- Born: Uganda
- Died: 27 October 2013
- Known for: Indicted by the International Criminal Court for war crimes and crimes against humanity
- Title: Major General
- Call sign: Two Victor

= Okot Odhiambo =

Ugandan senior leader of the Lord's Resistance Army (died 2013)

Okot Odhiambo (also known as Two Victor, his radio call sign) was a senior leader of the Lord's Resistance Army, a Ugandan militant group which operates from Garamba National Park in the Democratic Republic of the Congo. Odhiambo was one of five people for whom the International Criminal Court (ICC) issued its first ever arrest warrants in 2005, for alleged war crimes and crimes against humanity. In 2009, he announced his intention to defect from the LRA and return to Uganda if the government would agree not to surrender him to the ICC.

==Lord's Resistance Army==
Odhiambo was reported to be the LRA's Deputy Army Commander and a member of the "Control Altar", the core leadership group responsible for devising and implementing LRA strategy. He is believed to have become deputy leader of the LRA following the (alleged) death of Vincent Otti in October 2007.

===International Criminal Court indictment===
On 8 July 2005, Odhiambo was one of five LRA commanders for whom the ICC issued its first ever arrest warrants. The court ruled that there were reasonable grounds to believe that Odhiambo had ordered the commission of war crimes and crimes against humanity. The prosecution alleges that Odhiambo led a number of massacres and commanded attacks against two internally displaced person camps in 2004, during which more than 300 people were burnt, shot and hacked to death and children were abducted. Odhiambo was charged with two counts of crimes against humanity (murder and enslavement) and eight counts of war crimes (murder, intentionally directing attacks against civilian populations, pillaging, and forced enlisting of children) in connection with the two attacks.

According to the ICC warrant for his arrest, Odhiambo is described by former LRA commanders and members as a "ruthless killer", as "the one who killed the most", and as "a 'bitter' man who will kill anyone".

===Defection from the LRA===
In April 2008, it was reported that Odhiambo and eight others had been killed by LRA leader Joseph Kony during a dispute over a proposed peace deal.
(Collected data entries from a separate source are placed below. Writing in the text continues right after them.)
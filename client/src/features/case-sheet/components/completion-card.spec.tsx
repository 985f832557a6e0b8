import { ROLES, type CaseCompletionView, type CompleteCaseRequest } from '@ostium/shared';
import { screen, waitFor, within } from '@testing-library/react';
import userEvent from '@testing-library/user-event';
import { afterEach, describe, expect, it, vi } from 'vitest';
import { sessionStore } from '../../../lib/session';
import { mockFetch, renderPage, renderRoutes } from '../../../test/render';
import { caseSheetRoutes } from '../routes';
import { caseSheet, estimate, FACTORS, practice, signInAs } from '../test/case-sheet.fixtures';
import { CompletionCard } from './completion-card';

function view(over: Partial<CaseCompletionView> = {}): CaseCompletionView {
  return {
    caseId: 7,
    referralId: 12,
    caseStatus: 'in_treatment',
    timeZone: 'America/New_York',
    visits: [
      { appointmentId: 41, visitIndex: 0, date: '2026-11-24', startTime: '09:00', endTime: '10:30', start: '2026-11-24T14:00:00.000Z', end: '2026-11-24T15:30:00.000Z', endodontist: 'Dr. Test endodontist', locationName: 'Riverside' },
      { appointmentId: 42, visitIndex: 1, date: '2026-12-01', startTime: '09:00', endTime: '10:00', start: '2026-12-01T14:00:00.000Z', end: '2026-12-01T15:00:00.000Z', endodontist: 'Dr. Test endodontist', locationName: 'Riverside' },
    ],
    openVisits: [],
    canComplete: true,
    blockedBy: null,
    defaultRecallPlan: [6, 12],
    completion: null,
    ...over,
  };
}

function completed(body: CompleteCaseRequest): CaseCompletionView {
  return view({
    caseStatus: 'completed',
    canComplete: false,
    blockedBy: 'The case is completed',
    completion: {
      findings: body.findings,
      recallPlan: (body.recallPlan ?? []).map((months) => ({ months, dueOn: months === 6 ? '2027-06-01' : '2027-12-01' })),
      sendReport: body.sendReport ?? true,
      treatmentEndedOn: '2026-12-01',
      completedAt: '2026-12-02T10:00:00.000Z',
      completedBy: 'Dr. Test endodontist',
      report: body.sendReport === false ? null : { id: 88, kind: 'completion_report', to: 'referrer@example.com', subject: 'Completion report', status: 'queued', detail: null, at: '2026-12-02T10:00:00.000Z', sentAt: null },
    },
  });
}

describe('CompletionCard', () => {
  afterEach(() => {
    sessionStore.set(null);
    vi.restoreAllMocks();
  });

  it.each(ROLES)('shows on the case sheet only to the endodontist (role %s)', async (role) => {
    signInAs(role);
    const calls = mockFetch({
      'GET /api/cases/7': () => ({ status: 200, body: caseSheet({ status: 'in_treatment', estimate: estimate() }) }),
      'GET /api/estimates/factors': () => ({ status: 200, body: FACTORS }),
      'GET /api/practice': () => ({ status: 200, body: practice('universal') }),
      'GET /api/users': () => ({ status: 200, body: [] }),
      'POST /api/estimates': () => ({ status: 200, body: estimate() }),
      'GET /api/cases/7/completion': () => ({ status: 200, body: view() }),
    });
    renderRoutes([{ path: '/', children: caseSheetRoutes }], '/cases/7');
    // shared ACCESS.completionReport: the endodontist only; the assistant does not see case sheets at all.
    if (role === 'assistant') {
      expect(await screen.findByText('Not available for your role')).toBeInTheDocument();
      expect(calls.some((c) => c.key === 'GET /api/cases/7/completion')).toBe(false);
      return;
    }
    await screen.findByRole('heading', { name: /Robin Example · tooth 19/ });
    if (role === 'endodontist') {
      expect(await screen.findByRole('region', { name: 'Finish treatment' })).toBeInTheDocument();
      expect(await screen.findByLabelText(/Findings for the referring dentist/)).toBeInTheDocument();
    } else {
      await screen.findByRole('region', { name: 'Chair-time estimate' });
      expect(screen.queryByRole('region', { name: 'Finish treatment' })).toBeNull();
      expect(calls.some((c) => c.key === 'GET /api/cases/7/completion')).toBe(false);
    }
  });

  it('sends the findings, the recall plan and the report choice, then shows the letter’s state and its PDF', async () => {
    signInAs('endodontist');
    const user = userEvent.setup();
    const calls = mockFetch({
      'GET /api/cases/7/completion': () => ({ status: 200, body: view() }),
      'POST /api/cases/7/completion': (b) => ({ status: 201, body: completed(b as CompleteCaseRequest) }),
      'GET /api/letters/88/pdf': () => ({ status: 200, body: {} }),
    });
    const tab = { location: { href: '' }, close: vi.fn() };
    vi.spyOn(window, 'open').mockReturnValue(tab as unknown as Window);
    renderPage(<CompletionCard caseId={7} />);
    const visits = await screen.findByRole('list', { name: 'Visits done' });
    expect(within(visits).getAllByRole('listitem').map((li) => li.textContent)).toEqual([
      'Tue 24 Nov 2026, 09:00–10:30 · Dr. Test endodontist · Riverside',
      'Tue 1 Dec 2026, 09:00–10:00 · Dr. Test endodontist · Riverside',
    ]);
    // The estimate's recall months start the plan; due dates count from the last visit (1 Dec 2026).
    expect(screen.getByText('Reviews due 1 Jun 2027, 1 Dec 2027')).toBeInTheDocument();
    expect(screen.getByLabelText('Send the report to the referring dentist')).toBeChecked();
    await user.type(screen.getByLabelText(/Findings for the referring dentist/), 'Three canals found and filled; MB2 located under the microscope.');
    await user.click(screen.getByRole('button', { name: 'Finish and send the report' }));
    await waitFor(() =>
      expect(calls.find((c) => c.key === 'POST /api/cases/7/completion')?.body).toEqual({ findings: 'Three canals found and filled; MB2 located under the microscope.', recallPlan: [6, 12], sendReport: true }),
    );
    const state = await screen.findByTestId('report-state');
    expect(within(state).getByText('Queued')).toBeInTheDocument();
    expect(state).toHaveTextContent('to referrer@example.com');
    expect(screen.getByTestId('saved-findings')).toHaveTextContent('Three canals found and filled');
    expect(screen.getByText(/Recall:/).parentElement).toHaveTextContent('6 months (Tue 1 Jun 2027), 12 months (Wed 1 Dec 2027)');
    await user.click(within(state).getByRole('button', { name: /Open the report \(PDF\)/ }));
    await waitFor(() => expect(calls.some((c) => c.key === 'GET /api/letters/88/pdf')).toBe(true));
    await waitFor(() => expect(tab.location.href).toMatch(/^blob:/));
  });

  it('finishes without a report when the box is cleared', async () => {
    signInAs('endodontist');
    const user = userEvent.setup();
    const calls = mockFetch({
      'GET /api/cases/7/completion': () => ({ status: 200, body: view() }),
      'POST /api/cases/7/completion': (b) => ({ status: 201, body: completed(b as CompleteCaseRequest) }),
    });
    renderPage(<CompletionCard caseId={7} />);
    await user.type(await screen.findByLabelText(/Findings for the referring dentist/), 'Healed.');
    await user.click(screen.getByLabelText('Send the report to the referring dentist'));
    await user.click(screen.getByRole('button', { name: 'Finish treatment' }));
    await waitFor(() => expect((calls.find((c) => c.key === 'POST /api/cases/7/completion')?.body as CompleteCaseRequest).sendReport).toBe(false));
    expect(await screen.findByText('No report was sent to the referring dentist.')).toBeInTheDocument();
    // Not sent, so it can still be changed and sent.
    expect(screen.getByRole('button', { name: 'Change and send the report' })).toBeInTheDocument();
  });

  it('asks for findings before calling the server', async () => {
    signInAs('endodontist');
    const user = userEvent.setup();
    const calls = mockFetch({ 'GET /api/cases/7/completion': () => ({ status: 200, body: view() }) });
    renderPage(<CompletionCard caseId={7} />);
    await user.click(await screen.findByRole('button', { name: 'Finish and send the report' }));
    expect(screen.getByText('Write the findings')).toBeInTheDocument();
    expect(calls.some((c) => c.key === 'POST /api/cases/7/completion')).toBe(false);
  });

  it('says what keeps the case open and leaves the form off', async () => {
    signInAs('endodontist');
    mockFetch({
      'GET /api/cases/7/completion': () => ({
        status: 200,
        body: view({ canComplete: false, blockedBy: 'A visit is still booked', openVisits: [{ appointmentId: 43, visitIndex: 2, state: 'booked', start: '2026-12-14T14:00:00.000Z', description: 'visit 3 on Mon 14 Dec 2026 at 09:00 is still booked' }] }),
      }),
    });
    renderPage(<CompletionCard caseId={7} />);
    const alert = await screen.findByRole('status');
    expect(alert).toHaveTextContent('A visit is still booked');
    expect(alert).toHaveTextContent('visit 3 on Mon 14 Dec 2026 at 09:00 is still booked');
    expect(screen.getByLabelText(/Findings for the referring dentist/)).toBeDisabled();
    expect(screen.getByRole('button', { name: 'Finish and send the report' })).toBeDisabled();
  });

  it('shows a sent report without a way to change it', async () => {
    signInAs('endodontist');
    const sent = completed({ findings: 'Done.', recallPlan: [12], sendReport: true });
    sent.completion!.report = { ...sent.completion!.report!, status: 'sent', sentAt: '2026-12-02T10:01:00.000Z' };
    mockFetch({ 'GET /api/cases/7/completion': () => ({ status: 200, body: sent }) });
    renderPage(<CompletionCard caseId={7} />);
    expect(within(await screen.findByTestId('report-state')).getByText('Sent')).toBeInTheDocument();
    expect(screen.queryByRole('button', { name: 'Change and send the report' })).toBeNull();
    expect(screen.queryByLabelText(/Findings for the referring dentist/)).toBeNull();
  });

  it('shows a conflict from the server', async () => {
    signInAs('endodontist');
    const user = userEvent.setup();
    mockFetch({
      'GET /api/cases/7/completion': () => ({ status: 200, body: view() }),
      'POST /api/cases/7/completion': () => ({ status: 409, body: { statusCode: 409, message: 'visit 2 on Tue 1 Dec 2026 at 09:00 is still seated', errors: [{ field: 'status', message: 'visit 2 on Tue 1 Dec 2026 at 09:00 is still seated' }] } }),
    });
    renderPage(<CompletionCard caseId={7} />);
    await user.type(await screen.findByLabelText(/Findings for the referring dentist/), 'Done.');
    await user.click(screen.getByRole('button', { name: 'Finish and send the report' }));
    const message = await screen.findByText('visit 2 on Tue 1 Dec 2026 at 09:00 is still seated');
    expect(message.closest('[role="alert"]')).toHaveTextContent('Not finished');
  });
});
However, on 29 January 2009, Odhiambo said he had suffered a serious gunshot wound during a clash with Ugandan forces and was defecting from the LRA. He told Agence France-Presse, "We have requested a safe corridor. I want to come out. I am tired of going up and down all the time." He contacted the International Organization for Migration seeking safe passage to Uganda, along with 45 other rebels and 10 abductees, but said he would not surrender unless he was given a guarantee that he would not be turned over to the ICC. The government of Uganda has indicated that it would try Odhiambo in a national court rather than surrender him to the ICC.

The Catholic Archbishop of Gulu, John Baptist Odama, said the defection could revive hopes of a peaceful end to the conflict. However, Amnesty International criticized the International Organization for Migration for agreeing to facilitate Odhiambo's transfer to Uganda instead of to the ICC.

An LRA spokesman dismissed the reports of Odhiambo's planned defection, claiming the story was invented by the Ugandan army "to create disharmony and danger to LRA fighters".

In February 2014, it was reported that Odhiambo had been killed on the 27th of October 2013. Odhiambo's body was found based on GPS coordinates provided by the man who buried him after his death and afterward defected to UPDF forces. His body was exhumed on 20 March 2015, and flown to Entebbe, Uganda for identity confirmation. The death of Odhiambo was confirmed, and the ICC dropped its proceedings against him in September of that year.